1 Introduction
It will always happen that you have an incorrect or unsuitable data type and you have to change it. It is therefore worthwhile to familiarize yourself with the conversion methods that exist in python.
For this post the dataset Auto-mpg from the statistic platform “Kaggle” was used. You can download it from my GitHub Repository.
2 Loading the libraries and the data
import pandas as pd
import numpy as np
#for chapter 6
from datetime import datetime
cars = pd.read_csv("path/to/file/auto-mpg.csv")
3 Overview of the existing data types
Numeric:
- integer: Positive or negative whole numbers (without a fractional part)
- float: Any real number with a floating point representation in which a fractional component is denoted by a decimal symbol or scientific notation
- complex number: A number with a real and imaginary component represented as x+zj. x and z are floats and j is -1(square root of -1 called an imaginary number)
Boolean
Data with one of two built-in values ‘True’ or ‘False.’
Sequence Type
- string: A string value is a collection of one or more characters put in single, double or triple quotes.
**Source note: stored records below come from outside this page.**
package store_test

import (
	"testing"
	"time"

	"github.com/rotorwright/rotorwright/fleet"
	"github.com/rotorwright/rotorwright/store"
)

func TestFitConstraints(t *testing.T) {
	f := newFixture(t)
	a := f.airframe("RW-01", "quad-x")
	b := f.airframe("RW-02", "quad-x")
	m := f.motor(fleet.CCW, "")
	f.fit(a, m, "m1", base)

	// A part is in one place at a time: the exclusion constraint refuses.
	_, err := f.db.Fit(f.ctx, b.ID, store.FitRequest{PartID: m.ID, Position: "m1", At: base.Add(time.Hour)})
	wantCode(t, err, fleet.ECONFLICT, "part_id")

	// A position holds one part of a kind at a time.
	m2 := f.motor(fleet.CCW, "")
	_, err = f.db.Fit(f.ctx, a.ID, store.FitRequest{PartID: m2.ID, Position: "m1", At: base.Add(time.Hour)})
	wantCode(t, err, fleet.ECONFLICT, "position")

	// Fitting before an existing stay overlaps it too ([t, inf) covers it).
	_, err = f.db.Fit(f.ctx, b.ID, store.FitRequest{PartID: m.ID, Position: "m1", At: base.Add(-time.Hour)})
	wantCode(t, err, fleet.ECONFLICT, "part_id")

	// A motor and a propeller may share a position: they are different kinds.
	f.fit(a, f.prop(fleet.CCW), "m1", base)

	// Rotation must match the position: quad-x m2 turns cw.
	_, err = f.db.Fit(f.ctx, a.ID, store.FitRequest{PartID: m2.ID, Position: "m2", At: base})
	wantCode(t, err, fleet.EUNPROCESSABLE, "position")
	_, err = f.db.Fit(f.ctx, a.ID, store.FitRequest{PartID: f.prop(fleet.CCW).ID, Position: "m2", At: base})
	wantCode(t, err, fleet.EUNPROCESSABLE, "position")

	// Unknown position, packs and future times are refused.
	_, err = f.db.Fit(f.ctx, a.ID, store.FitRequest{PartID: m2.ID, Position: "m9", At: base})
	wantCode(t, err, fleet.EINVALID, "position")
	_, err = f.db.Fit(f.ctx, a.ID, store.FitRequest{PartID: f.pack().ID, Position: "bay", At: base})
	wantCode(t, err, fleet.EUNPROCESSABLE, "part_id")
	_, err = f.db.Fit(f.ctx, a.ID, store.FitRequest{PartID: m2.ID, Position: "m3", At: time.Now().Add(time.Hour)})
	wantCode(t, err, fleet.EINVALID, "at")

	// After removal the motor can go to the other airframe, and statuses follow.
	if _, err := f.db.Remove(f.ctx, a.ID, store.RemovalRequest{PartID: m.ID, At: base.Add(2 * time.Hour), Reason: "swap"}); err != nil {
		t.Fatal(err)
	}
	if p, _ := f.db.Part(f.ctx, m.ID); p.Status != fleet.PartStock {
		t.Fatalf("after removal status = %s, want stock", p.Status)
	}
	f.fit(b, m, "m1", base.Add(3*time.Hour))
	if p, _ := f.db.Part(f.ctx, m.ID); p.Status != fleet.PartFitted {
		t.Fatalf("after fit status = %s, want fitted", p.Status)
	}
	// The closed stay on RW-01 cannot be overlapped retroactively.
	_, err = f.db.Fit(f.ctx, a.ID, store.FitRequest{PartID: m2.ID, Position: "m1", At: base.Add(90 * time.Minute)})
	wantCode(t, err, fleet.ECONFLICT, "position")
	// Removal before the fit is refused; removing a part not fitted is refused.
	_, err = f.db.Remove(f.ctx, b.ID, store.RemovalRequest{PartID: m.ID, At: base.Add(time.Hour)})
	wantCode(t, err, fleet.EUNPROCESSABLE, "at")
	_, err = f.db.Remove(f.ctx, a.ID, store.RemovalRequest{PartID: m.ID, At: base.Add(5 * time.Hour)})
	wantCode(t, err, fleet.EUNPROCESSABLE, "part_id")
}

func TestFitmentAtPastTimeAfterMotorSwap(t *testing.T) {
	f := newFixture(t)
	a := f.airframe("RW-10", "quad-x")
	motors := f.quadMotors(a, "LOT-A", base)
	spare := f.motor(fleet.CW, "LOT-B")
	swap := base.Add(48 * time.Hour)
	if _, err := f.db.Remove(f.ctx, a.ID, store.RemovalRequest{PartID: motors[1].ID, At: swap, Reason: "rough bearing"}); err != nil {
		t.Fatal(err)
	}
	f.fit(a, spare, "m2", swap)

	at := func(tm time.Time) map[string]string {
		fm, err := f.db.Fitment(f.ctx, a.ID, tm)
		if err != nil {
			t.Fatal(err)
		}
		got := map[string]string{}
		for _, p := range fm.Parts {
			got[p.Position] = p.Serial
		}
		return got
	}
	before, after := at(swap.Add(-time.Minute)), at(swap.Add(time.Minute))
	if before["m2"] != motors[1].Serial || after["m2"] != spare.Serial {
		t.Fatalf("m2 before swap %s (want %s), after %s (want %s)", before["m2"], motors[1].Serial, after["m2"], spare.Serial)
	}
	if before["m1"] != motors[0].Serial || after["m1"] != motors[0].Serial {
		t.Fatalf("m1 changed across the swap: %v -> %v", before, after)
	}
	// The fit interval is [fitted, removed): at the swap instant the spare is on.
	if got := at(swap)["m2"]; got != spare.Serial {
		t.Fatalf("at the swap instant m2 = %s, want %s", got, spare.Serial)
	}
	// Before anything was fitted every rotor place is empty.
	fm, err := f.db.Fitment(f.ctx, a.ID, base.Add(-time.Hour))
	if err != nil {
		t.Fatal(err)
	}
	if len(fm.Parts) != 0 || len(fm.Empty) != 8 {
		t.Fatalf("before fitting: %d parts, %d empty places; want 0 and 8", len(fm.Parts), len(fm.Empty))
	}
}

func TestRetireAirframeRemovesParts(t *testing.T) {
	f := newFixture(t)
	a := f.airframe("RW-20", "quad-x")
	motors := f.quadMotors(a, "", base)
	got, err := f.db.RetireAirframe(f.ctx, a.ID, a.Version+4) // four fits do not bump the airframe
	wantCode(t, err, fleet.EPRECONDITION, "")
	got, err = f.db.RetireAirframe(f.ctx, a.ID, a.Version)
	if err != nil {
		t.Fatal(err)
	}
	if got.Status != fleet.AirframeRetired {
		t.Fatalf("status %s, want retired", got.Status)
	}
	for _, m := range motors {
		if p, _ := f.db.Part(f.ctx, m.ID); p.Status != fleet.PartStock {
			t.Fatalf("motor %s status %s after retirement, want stock", p.Serial, p.Status)
		}
	}
	_, err = f.db.Fit(f.ctx, a.ID, store.FitRequest{PartID: motors[0].ID, Position: "m1"})
	wantCode(t, err, fleet.ECONFLICT, "")
}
- list: A list object is an ordered collection of one or more data items, not necessarily of the same type, put in square brackets.
- tuple: A Tuple object is an ordered collection of one or more data items, not necessarily of the same type, put in parentheses.
Dictionary
A dictionary object is an unordered collection of data in a key:value pair form. A collection of such pairs is enclosed in curly brackets. For example: {1:“Sven”, 2:“Tom”, 3:“Eva”, 4: “Will”}
You can check data types in python like this:
type(1234)
type(55.50)
type(6+4j)
type("hello")
type([1,2,3,4])
type((1,2,3,4))
type({1:"one", 2:"two", 3:"three"})
4 Type Conversion
First of all let’s have a look at the data types of our dataframe cars:
cars.dtypes
4.1 Conversion of a single variable
4.1.1 float64 to float32
Conversions can be done within the same typ (here from float 64 to 32):
cars['mpg'].dtypes
cars['mpg'] = cars['mpg'].astype('float32')
cars['mpg'].dtypes
4.1.2 float to int
Conversions can also be made into any other data types:
cars['mpg'].head()
cars['mpg'] = cars['mpg'].astype('int64')
cars['mpg'].head()
4.1.3 object to numeric (float and int)
As you can see in the overview of the data types of the dataframe, the variable horsepower was loaded as an object. This should actually be an int. From this we now convert them into a numerical variable. astype () does not always work if, for example, there are stings under the objects. Here you can use the pandas function .to_numeric.
cars["horsepower"] = pd.to_numeric(cars.horsepower, errors='coerce')
cars['horsepower'].dtypes
cars['horsepower'].head()
As previously mentioned, horsepower is actually an int. If we tried to convert it with the conventional syntax (“cars [‘horsepower’] = cars [‘horsepower’]. astype (‘int64’)”) we would get the following error message: “ValueError: Cannot convert non-finite values (NA or inf) to integer”. This is because the variable horsepower contains NA or inf … Since Python version 0.24 pandas has gained the ability to hold integer dtypes with missing values. Just write the first letter of int as capital letter:
cars['horsepower'] = cars['horsepower'].astype('Int64')
cars['horsepower'].dtypes
cars['horsepower'].head()
5 Conversion of multiple variables
cars[['cylinders', 'weight']].dtypes
cars[['cylinders', 'weight']] = cars[['cylinders', 'weight']].astype('int32')
cars[['cylinders', 'weight']].dtypes
6 Conversion of date and time variables
df = pd.DataFrame({'year': [2015, 2016],
'month': [2, 3],
'day': [4, 5],
'hour': [9, 11],
'minutes': [22, 50],
'seconds': [12, 8]})
df
pd.to_datetime(df)
At least the year, the month and the day must be given here. One of the other three variables can be omitted at will. But month and day are not always numerical. The datetime library is ideal for these cases. Here are three examples of how differently formatted dates can be brought into a uniform format:
date_string1 = 'Wednesday, June 6, 2018'
date_string2 = '6/6/18'
date_string3 = '06-06-2018'
date_date1 = datetime.strptime(date_str1, '%A, %B %d, %Y')
date_date2 = datetime.strptime(date_str2, '%m/%d/%y')
date_date3 = datetime.strptime(date_str3, '%m-%d-%Y')
print(date_date1)
print(date_date2)
print(date_date3)
Here is a short list of the most common directives:
You can find the full list of directives “here”.
7 Conclusion
In this post we saw the different types of data and how to convert them to any other.